L’impôt foncier est une contribution obligatoire que tous les propriétaires de bien immobilier bâti (bâtiments) et bien immobilier non bâti (terrain) doivent s’acquitter.

Sont des biens immobiliers toutes sortes de propriétés qui ne peuvent être déplacés. Citons entre autres le local d’habitation, le bâtiment à usage commercial ou professionnel, le parking, le terrain, etc. L’impôt foncier s’applique au propriétaire et à l’usufruitier. Il est différent de la taxe d’habitation qui s’applique aux personnes occupant un logement (propriétaires, locataires, logées à titre gratuit). Le montant de l’impôt prélevé se fait en fonction de la valeur imposable de la propriété concernée.

Les impôts locaux sont des contributions perçues au profit des collectivités territoriales comme les communes, les départements ou les régions. Ces impôts ne sont donc pas prélevés par l’État par la collectivité concernée et vont alimenter le budget cette dernière.

Les impôts locaux sont constitués par la taxe foncière, la taxe d’habitation ainsi que la taxe professionnelle et la cotisation sur la valeur ajoutée (pour les entreprises). Les impôts destinés à la réalisation de certains services publics locaux entre également dans la catégorie d’impôts locaux, il s’agit notamment de la taxe d’équipement, de la taxe de balayage et de la taxe d’enlèvement des ordures ménagères.

L’indemnité d’éviction est instaurée pour protéger un commerçant titulaire d’un bail commercial. C’est la somme d’argent qu’il doit recevoir du bailleur pour compenser le non renouvellement de son contrat.

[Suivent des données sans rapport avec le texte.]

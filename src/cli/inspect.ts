import { CAUTION } from '../caution.js';
import { cellHeight, cellWidth, crsLabel, gridBounds } from '../grid.js';
import type { FlowSystem } from '../discretisation/assemble.js';
import type { ModelInput } from '../scenario/types.js';
import { wellCells } from '../analysis/points.js';
import { conductivityWarnings, inputWarnings } from '../analysis/sanity.js';

export interface InspectReport {
  title: string;
  scenario: string;
  /** Units of every quantity below: lengths, heads and cell sizes in `length`; conductivity length/time; rates length^3/time. */
  units: { length: string; time: string };
  grid: { nx: number; ny: number; dx: number; dy: number; crs: string; bounds: { minX: number; minY: number; maxX: number; maxY: number } };
  cells: { total: number; active: number; inactive: number; fixedHead: number; unknowns: number; regions: number };
  fixedHeads: Array<{ name: string; cells: number; ignoredOnInactive: number }>;
  /** Every other term that acts on cells (head-dependent boundaries, leakage, ...): its cells and whether it switches. */
  boundaries: Array<{ term: string; cells: number; ignoredOnInactive: number; switching: boolean; reaches: number }>;
  conductivity: { min: number; max: number };
  wells: Array<{ id: string; row: number; col: number; rate: number }>;
  observations: number;
  receptors: number;
  /** The tracking key as resolved (points in the raster CRS), when given. */
  tracking?: {
    captureTimes: number[];
    particlesPerWell: number;
    points: Array<{ id: string; x: number; y: number }>;
    maxTime: number | null;
  };
  /** Variants, checked as compare would check them (resolved and assembled, not solved). */
  variants: Array<{ name: string; wells: number; sharedOperator: boolean; sharing: string }>;
  solver: { method: string; autoChoice: string; tolerance: number; maxIterations: number };
  inputFiles: string[];
  warnings: string[];
  caution: string;
}

export function inspectReport(
  model: ModelInput,
  system: FlowSystem,
  autoChoice: string,
  variants: ReadonlyArray<{ name: string; model: ModelInput; system?: FlowSystem; shared: boolean; sharing: string }> = [],
): InspectReport {
  const { grid } = model;
  let kMin = Infinity,
    kMax = -Infinity;
  for (let p = 0; p < system.active.length; p++) {
    if (!system.active[p]) continue;
    const k = model.conductivity[p]!;
    if (k < kMin) kMin = k;
    if (k > kMax) kMax = k;
  }
  const groupCells = system.groups.map(() => 0);
  for (let p = 0; p < system.fixedGroup.length; p++) {
    const g = system.fixedGroup[p]!;
    if (g >= 0) groupCells[g]!++;
  }
  const warnings = [...model.warnings];
  const cells = wellCells(grid, model.wells);
  for (const term of system.terms) warnings.push(...term.notes(false));
  // The input checks solve makes (units, plausible magnitudes), made here before any solve; variants' own findings named.
  warnings.push(...conductivityWarnings(model, system.active), ...inputWarnings(model, system.active));
  for (const v of variants) {
    const active = v.system?.active ?? system.active;
    for (const w of [...v.model.warnings, ...conductivityWarnings(v.model, active), ...inputWarnings(v.model, active)]) {
      if (!warnings.includes(w)) warnings.push(`variant "${v.name}": ${w}`);
    }
  }
  return {
    title: model.title,
    scenario: model.scenarioPath,
    units: model.units,
    grid: { nx: grid.nx, ny: grid.ny, dx: cellWidth(grid), dy: cellHeight(grid), crs: crsLabel(grid.crs), bounds: gridBounds(grid) },
    cells: {
      total: system.counts.cells,
      active: system.counts.active,
      inactive: system.counts.cells - system.counts.active,
      fixedHead: system.counts.fixed,
      unknowns: system.counts.unknowns,
      regions: system.counts.regions,
    },
    fixedHeads: system.groups.map((name, g) => ({ name, cells: groupCells[g]!, ignoredOnInactive: system.counts.fixedOnInactive[g]! })),
    boundaries: system.terms
      .filter((t) => t.prescribedHeads === null && !t.pumping && (t.anchors || t.nonlinear))
      .map((t) => ({
        term: t.label,
        cells: t.cells.length,
        ignoredOnInactive: t.ignoredCells,
        switching: t.nonlinear,
        reaches: t.parts?.names.length ?? 0,
      })),
    conductivity: { min: kMin, max: kMax },
    wells: model.wells.map((w, k) => {
      const p = cells[k]!;
      return { id: w.id, row: Math.floor(p / grid.nx), col: p % grid.nx, rate: w.rate };
    }),
    observations: model.observations.length,
    receptors: model.receptors?.length ?? 0,
    ...(model.tracking
      ? {
          tracking: {
            captureTimes: model.tracking.captureTimes,
            particlesPerWell: model.tracking.particlesPerWell,
            points: model.tracking.points.map(({ id, x, y }) => ({ id, x, y })),
            maxTime: model.tracking.maxTime ?? null,
          },
        }
      : {}),
    variants: variants.map((v) => ({ name: v.name, wells: v.model.wells.length, sharedOperator: v.shared, sharing: v.sharing })),
    solver: { method: model.solver.method, autoChoice, tolerance: model.solver.tolerance, maxIterations: model.solver.maxIterations },
    inputFiles: model.inputFiles,
    warnings,
    caution: CAUTION,
  };
}

export function formatInspect(r: InspectReport): string {
  const L = (n: number) => n.toLocaleString('en-US');
  const u = r.units.length;
  const t = r.units.time;
  const out: string[] = [];
  out.push(`piezomap inspect: ${r.title}`);
  out.push(`Units        length ${u}, time ${t}`);
  out.push(`Grid         ${r.grid.nx} x ${r.grid.ny} cells of ${r.grid.dx} x ${r.grid.dy} ${u}, ${r.grid.crs}`);
  out.push(`Extent       x ${r.grid.bounds.minX} to ${r.grid.bounds.maxX} ${u}, y ${r.grid.bounds.minY} to ${r.grid.bounds.maxY} ${u}`);
  out.push(
    `Cells        ${L(r.cells.active)} active (${L(r.cells.inactive)} inactive), ${L(r.cells.fixedHead)} fixed-head, ` +
      `${L(r.cells.unknowns)} unknowns in ${r.cells.regions} connected region(s)`,
  );
  out.push(`Conductivity ${r.conductivity.min.toPrecision(4)} to ${r.conductivity.max.toPrecision(4)} ${u}/${t} on active cells`);
  for (const f of r.fixedHeads) {
    out.push(
      `Fixed head   ${f.name}: ${L(f.cells)} cells${f.ignoredOnInactive ? ` (${L(f.ignoredOnInactive)} on inactive cells ignored)` : ''}`,
    );
  }
  for (const b of r.boundaries) {
    const extra = [
      b.switching ? 'switching' : '',
      b.reaches ? `${b.reaches} reaches` : '',
      b.ignoredOnInactive ? `${L(b.ignoredOnInactive)} on inactive cells ignored` : '',
    ].filter(Boolean);
    out.push(`Boundary     ${b.term}: ${L(b.cells)} cells${extra.length ? ` (${extra.join(', ')})` : ''}`);
  }
  for (const w of r.wells) out.push(`Well         ${w.id}: row ${w.row}, col ${w.col}, rate ${w.rate} ${u}\u00b3/${t}`);
  out.push(`Observations ${r.observations}`);
  if (r.receptors) out.push(`Receptors    ${r.receptors}`);
  if (r.tracking) {
    const times = r.tracking.captureTimes.length
      ? `capture times ${r.tracking.captureTimes.join(', ')} and steady`
      : 'steady capture zones';
    out.push(
      `Tracking     ${times}; ${r.tracking.particlesPerWell} pathline(s) per well; ${r.tracking.points.length} point(s)${r.tracking.maxTime !== null ? `; time limit ${r.tracking.maxTime}` : ''}`,
    );
  }
  for (const v of r.variants) out.push(`Variant      ${v.name}: ${v.wells} well(s); ${v.sharing}`);
  out.push(
    `Solver       ${r.solver.method}${r.solver.method === 'auto' ? ` (would use ${r.solver.autoChoice})` : ''}, relative tolerance ${r.solver.tolerance}, at most ${L(r.solver.maxIterations)} iterations`,
  );
  out.push(`Inputs       ${r.inputFiles.join(', ')}`);
  for (const w of r.warnings) out.push(`warning: ${w}`);
  out.push('');
  out.push(r.caution);
  return out.join('\n') + '\n';
}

Le commerçant bénéficie de ce qu’on appelle le « le droit au renouvellement du bail commercial ». C’est un droit d’ordre public non susceptible de clause contraire. Si le bailleur ne renouvelle pas le bail et qu’il ne dispose pas de motif légitime, il doit payer l’indemnité d’éviction. Son montant doit être égal au préjudice subi par du locataire à cause du refus de renouvellement de son bail. La valeur marchande du fonds de commerce, les frais de mutations, les frais de déménagement et de réinstallation entrent en ligne de compte pour évaluer la compensation financière.

L’indemnité d’immobilisation sert à compenser le vendeur qui a fait une promesse de vente quand la vente ne se réalise pas. Dans le cadre d’une promesse de vente, le vendeur s’engage pendant un certain délai à vendre le bien à un acquéreur désigné. Ce qui fait que pendant cette période, le vendeur est dans l’impossibilité de vendre le bien à d’autres personnes même si des acquéreurs autre que le bénéficiaire de la promesse ont manifesté leur intérêt.

Cette somme est versée par l’acquéreur au notaire. Si la vente se réalise, elle est déduite du prix total à payer. Si la vente ne se réalise pas pour cause de non réalisation des conditions suspensives (obtention de prêt, préemption de la commune) ou quand l’acquéreur exerce son droit de rétractation, l’acheteur récupère l’indemnité. Quand l’acheteur décide de ne plus acheter alors sans être protégé par les conditions suspensives et qu’il manifeste son désistement une fois que le délai de rétractation est expiré, le vendeur empoche l’indemnité d’immobilisation.